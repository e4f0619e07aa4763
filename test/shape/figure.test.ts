import { describe, expect, it } from "vitest";
import { placeAll } from "../../src/body/kinematics.ts";
import { createPose } from "../../src/body/pose.ts";
import { fraction } from "../../src/body/segments.ts";
import { LEFT, limb, RIGHT, SEGMENT_COUNT, SEGMENTS } from "../../src/body/skeleton.ts";
import { type Deck, deckTriad, heightAbove, placeOnDeck } from "../../src/layout/habitat.ts";
import type { Part, Triangles } from "../../src/shape/drawable.ts";
import { createFigure, stageToStance, stanceToStage, standOnDeck, updateFigure } from "../../src/shape/figure.ts";
import { COLOUR } from "../../src/shape/palette.ts";
import { fromStage, stageFrame } from "../../src/shape/stage-frame.ts";
import { dot, sub } from "../../src/vector/vec3.ts";

const STATURE = 1.75;
const figure = createFigure(STATURE);
const triangles = (p: Part) => p.drawable as Triangles;
const skins = figure.parts.slice(0, SEGMENT_COUNT).map(triangles);
const hulls = figure.parts.slice(SEGMENT_COUNT).map(triangles);
const named = (name: string) => skins.find((d) => d.name === `crew-${name}`) as Triangles;
const pose = createPose(STATURE);
pose.root[1] = fraction("hipHeight") * STATURE;
placeAll(pose);

const volume = (d: Triangles): number => {
	let sum = 0;
	const p = (i: number, k: number) => d.position[3 * (d.index[i] as number) + k] as number;
	for (let t = 0; t < d.index.length; t += 3)
		sum +=
			p(t, 0) * (p(t + 1, 1) * p(t + 2, 2) - p(t + 1, 2) * p(t + 2, 1)) +
			p(t, 1) * (p(t + 1, 2) * p(t + 2, 0) - p(t + 1, 0) * p(t + 2, 2)) +
			p(t, 2) * (p(t + 1, 0) * p(t + 2, 1) - p(t + 1, 1) * p(t + 2, 0));
	return sum / 6;
};

/** Bounds of the whole figure as placed, m: [least, most] an axis. */
const bounds = (): [number, number][] => {
	const out: [number, number][] = [0, 1, 2].map(() => [Number.POSITIVE_INFINITY, Number.NEGATIVE_INFINITY]);
	figure.parts.slice(0, SEGMENT_COUNT).forEach(({ matrix }, i) => {
		const { position } = skins[i] as Triangles;
		for (let v = 0; v < position.length; v += 3)
			for (let k = 0; k < 3; k++) {
				const at =
					(matrix[k] as number) * (position[v] as number) +
					(matrix[4 + k] as number) * (position[v + 1] as number) +
					(matrix[8 + k] as number) * (position[v + 2] as number) +
					(matrix[12 + k] as number);
				const range = out[k] as [number, number];
				range[0] = Math.min(range[0], at);
				range[1] = Math.max(range[1], at);
			}
	});
	return out;
};

describe("the crew figure", () => {
	it("has a skin and an ink hull a segment, within the triangle budget", () => {
		expect(figure.parts).toHaveLength(2 * SEGMENT_COUNT);
		const count = (list: readonly Triangles[]) => list.reduce((s, d) => s + d.index.length / 3, 0);
		expect(count(skins)).toBeLessThan(6300);
		expect(count(hulls)).toBe(count(skins));
	});

	it("is made of finite numbers, unit normals, known colours and indices in range", () => {
		for (const d of [...skins, ...hulls]) {
			expect(d.position.every(Number.isFinite), d.name).toBe(true);
			for (let v = 0; v < d.normal.length; v += 3)
				expect(Math.hypot(d.normal[v] as number, d.normal[v + 1] as number, d.normal[v + 2] as number)).toBeCloseTo(1, 5);
			expect(Math.max(...d.index)).toBeLessThan(d.position.length / 3);
			expect(d.colour).toHaveLength(d.position.length / 3);
			expect(Math.max(...d.colour)).toBeLessThan(Object.keys(COLOUR).length);
		}
	});

	it("winds every skin outward, left and right alike, and has no triangle without area", () => {
		for (const d of skins) {
			expect(volume(d), d.name).toBeGreaterThan(0);
			for (let t = 0; t < d.index.length; t += 3) expect(new Set(d.index.subarray(t, t + 3)).size).toBe(3);
		}
	});

	it("draws the hull from behind, in ink, about 3.5 mm outside the skin", () => {
		hulls.forEach((hull, i) => {
			const skin = skins[i] as Triangles;
			expect(hull.side).toBe("back");
			expect(hull.lit).toBe(false);
			expect(hull.colour.every((c) => c === COLOUR.ink)).toBe(true);
			for (let v = 0; v < hull.position.length; v += 3) {
				const d = [0, 1, 2].map((k) => (hull.position[v + k] as number) - (skin.position[v + k] as number));
				// the slabs of the soles have no edge of their own
				if (skin.colour[v / 3] === COLOUR.coaming) expect(Math.hypot(...d)).toBe(0);
				else expect(Math.hypot(...d)).toBeCloseTo(0.0035, 5);
			}
			expect(volume(hull)).toBeGreaterThan(volume(skin));
		});
	});

	it("mirrors right into left", () => {
		for (const { name, side } of SEGMENTS) {
			if (side !== RIGHT) continue;
			const [r, l] = [named(`right-${name}`), named(`left-${name}`)];
			r.position.forEach((v, i) => {
				expect(l.position[i]).toBeCloseTo(i % 3 === 2 ? -v : v, 6);
			});
			expect(volume(l)).toBeCloseTo(volume(r), 6);
		}
	});

	it("stands from the floor to its stature, as broad over the shoulders as it should be", () => {
		const identity = new Float32Array(16);
		stanceToStage(0, 0, 0, 0, identity);
		updateFigure(figure, pose, identity);
		const [, up, across] = bounds() as [[number, number], [number, number], [number, number]];
		expect(up[0]).toBeCloseTo(0, 2);
		expect(up[1] / STATURE).toBeCloseTo(1, 2);
		const shoulder = figure.parts[limb(RIGHT, "upperArm")] as Part;
		const outermost =
			triangles(shoulder).position.reduce((m, v, i) => (i % 3 === 2 ? Math.max(m, v) : m), 0) + (shoulder.matrix[14] as number);
		expect((2 * outermost) / STATURE).toBeGreaterThan(0.245);
		expect((2 * outermost) / STATURE).toBeLessThan(0.27);
		expect(across[1] / STATURE).toBeLessThan(0.16);
	});

	it("has head and hands of human size", () => {
		const extent = (d: Triangles, k: number) => {
			const values = d.position.filter((_, i) => i % 3 === k);
			return (Math.max(...values) - Math.min(...values)) / STATURE;
		};
		expect(extent(named("head"), 1)).toBeCloseTo(0.132, 2);
		const least = (name: string, y: number) =>
			named(name).position.reduce((m, v, i) => (i % 3 === 1 ? Math.min(m, v) : m), 0) / STATURE + y;
		expect(least("right-fingertips", -fraction("palmLength") - fraction("proximalLength"))).toBeCloseTo(-0.108, 2);
	});

	it("moves by the stance's place and facing: forward to the heading, right clockwise of it", () => {
		const m = new Float32Array(16);
		stanceToStage(1, 0.5, -2, Math.PI / 2, m);
		updateFigure(figure, pose, m);
		const hand = (side: 0 | 1) => (figure.parts[limb(side, "hand")] as Part).matrix;
		// facing +axial, the right hand lies retrograde
		expect(hand(RIGHT)[12]).toBeLessThan(1);
		expect(hand(LEFT)[12]).toBeGreaterThan(1);
		expect(hand(RIGHT)[13]).toBeCloseTo(0.5 + 0.485 * STATURE, 5);
		const forward = hand(RIGHT).subarray(0, 3);
		expect(forward[2]).toBeCloseTo(1, 6);
		expect(figure.matrices[limb(RIGHT, "hand")]).toBe(hand(RIGHT));
		expect((figure.parts[SEGMENT_COUNT + limb(RIGHT, "hand")] as Part).matrix).toBe(hand(RIGHT));
	});

	it.each(["curved", "flat"] as const)("stands upright on a %s deck away from the stage's origin, and back", (floor) => {
		const deck: Deck = {
			index: 0,
			id: "d",
			name: "d",
			floor,
			radius: 20,
			headroom: 2.4,
			middle: 0.1,
			closed: false,
			from: -0.5,
			to: 0.7,
			axialFrom: -4,
			axialTo: 4,
			walkways: [],
		};
		const frame = stageFrame(deck, 0.1, 1);
		const m = new Float32Array(16);
		standOnDeck(frame, 0.25, -0.5, 0.6, m);
		const head = [0, 1, 2].map((k) => 1.6 * (m[4 + k] as number) + (m[12 + k] as number)) as [number, number, number];
		expect(heightAbove(deck, fromStage(frame, ...head))).toBeCloseTo(1.6, 5);
		const ahead = fromStage(frame, ...([0, 1, 2].map((k) => 1e-3 * (m[k] as number) + (m[12 + k] as number)) as [number, number, number]));
		const triad = deckTriad(deck, 0.25);
		const moved = sub(ahead, placeOnDeck(deck, 0.25, -0.5, 0));
		expect(Math.atan2(moved[2], dot(moved, triad.prograde))).toBeCloseTo(0.6, 3);
		const back = new Float64Array(3);
		stageToStance(m, ...head, back);
		expect([...back].map((v) => Math.round(v * 1e5) / 1e5 + 0)).toEqual([0, 1.6, 0]);
	});

	it("leaves head and neck out of the view through one's own eyes, and the ink of what is near to them", () => {
		const names = figure.hiddenInFirstPerson.map((p) => p.drawable.name);
		expect(names.filter((n) => !n.endsWith("-ink")).sort()).toEqual(["crew-head", "crew-neck"]);
		expect(names).toContain("crew-head-ink");
		expect(names).toContain("crew-thorax-ink");
		expect(names).not.toContain("crew-right-hand-ink");
	});

	it("refuses a pose of another stature", () => {
		expect(() => updateFigure(figure, createPose(1.6), new Float32Array(16))).toThrow(/1.6/);
	});
});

■ ■ ■ ■ ■

WORK TO COMPLETE: Retype the records above, but only those lines that fall between the line containing "const volume = (d: Triangles): number" and the line containing "const bounds = (): [number, number][]", with both of those lines included, exactly as written.

RESULT FOR THIS TASK:
const volume = (d: Triangles): number => {
	let sum = 0;
	const p = (i: number, k: number) => d.position[3 * (d.index[i] as number) + k] as number;
	for (let t = 0; t < d.index.length; t += 3)
		sum +=
			p(t, 0) * (p(t + 1, 1) * p(t + 2, 2) - p(t + 1, 2) * p(t + 2, 1)) +
			p(t, 1) * (p(t + 1, 2) * p(t + 2, 0) - p(t + 1, 0) * p(t + 2, 2)) +
			p(t, 2) * (p(t + 1, 0) * p(t + 2, 1) - p(t + 1, 1) * p(t + 2, 0));
	return sum / 6;
};

/** Bounds of the whole figure as placed, m: [least, most] an axis. */
const bounds = (): [number, number][] => {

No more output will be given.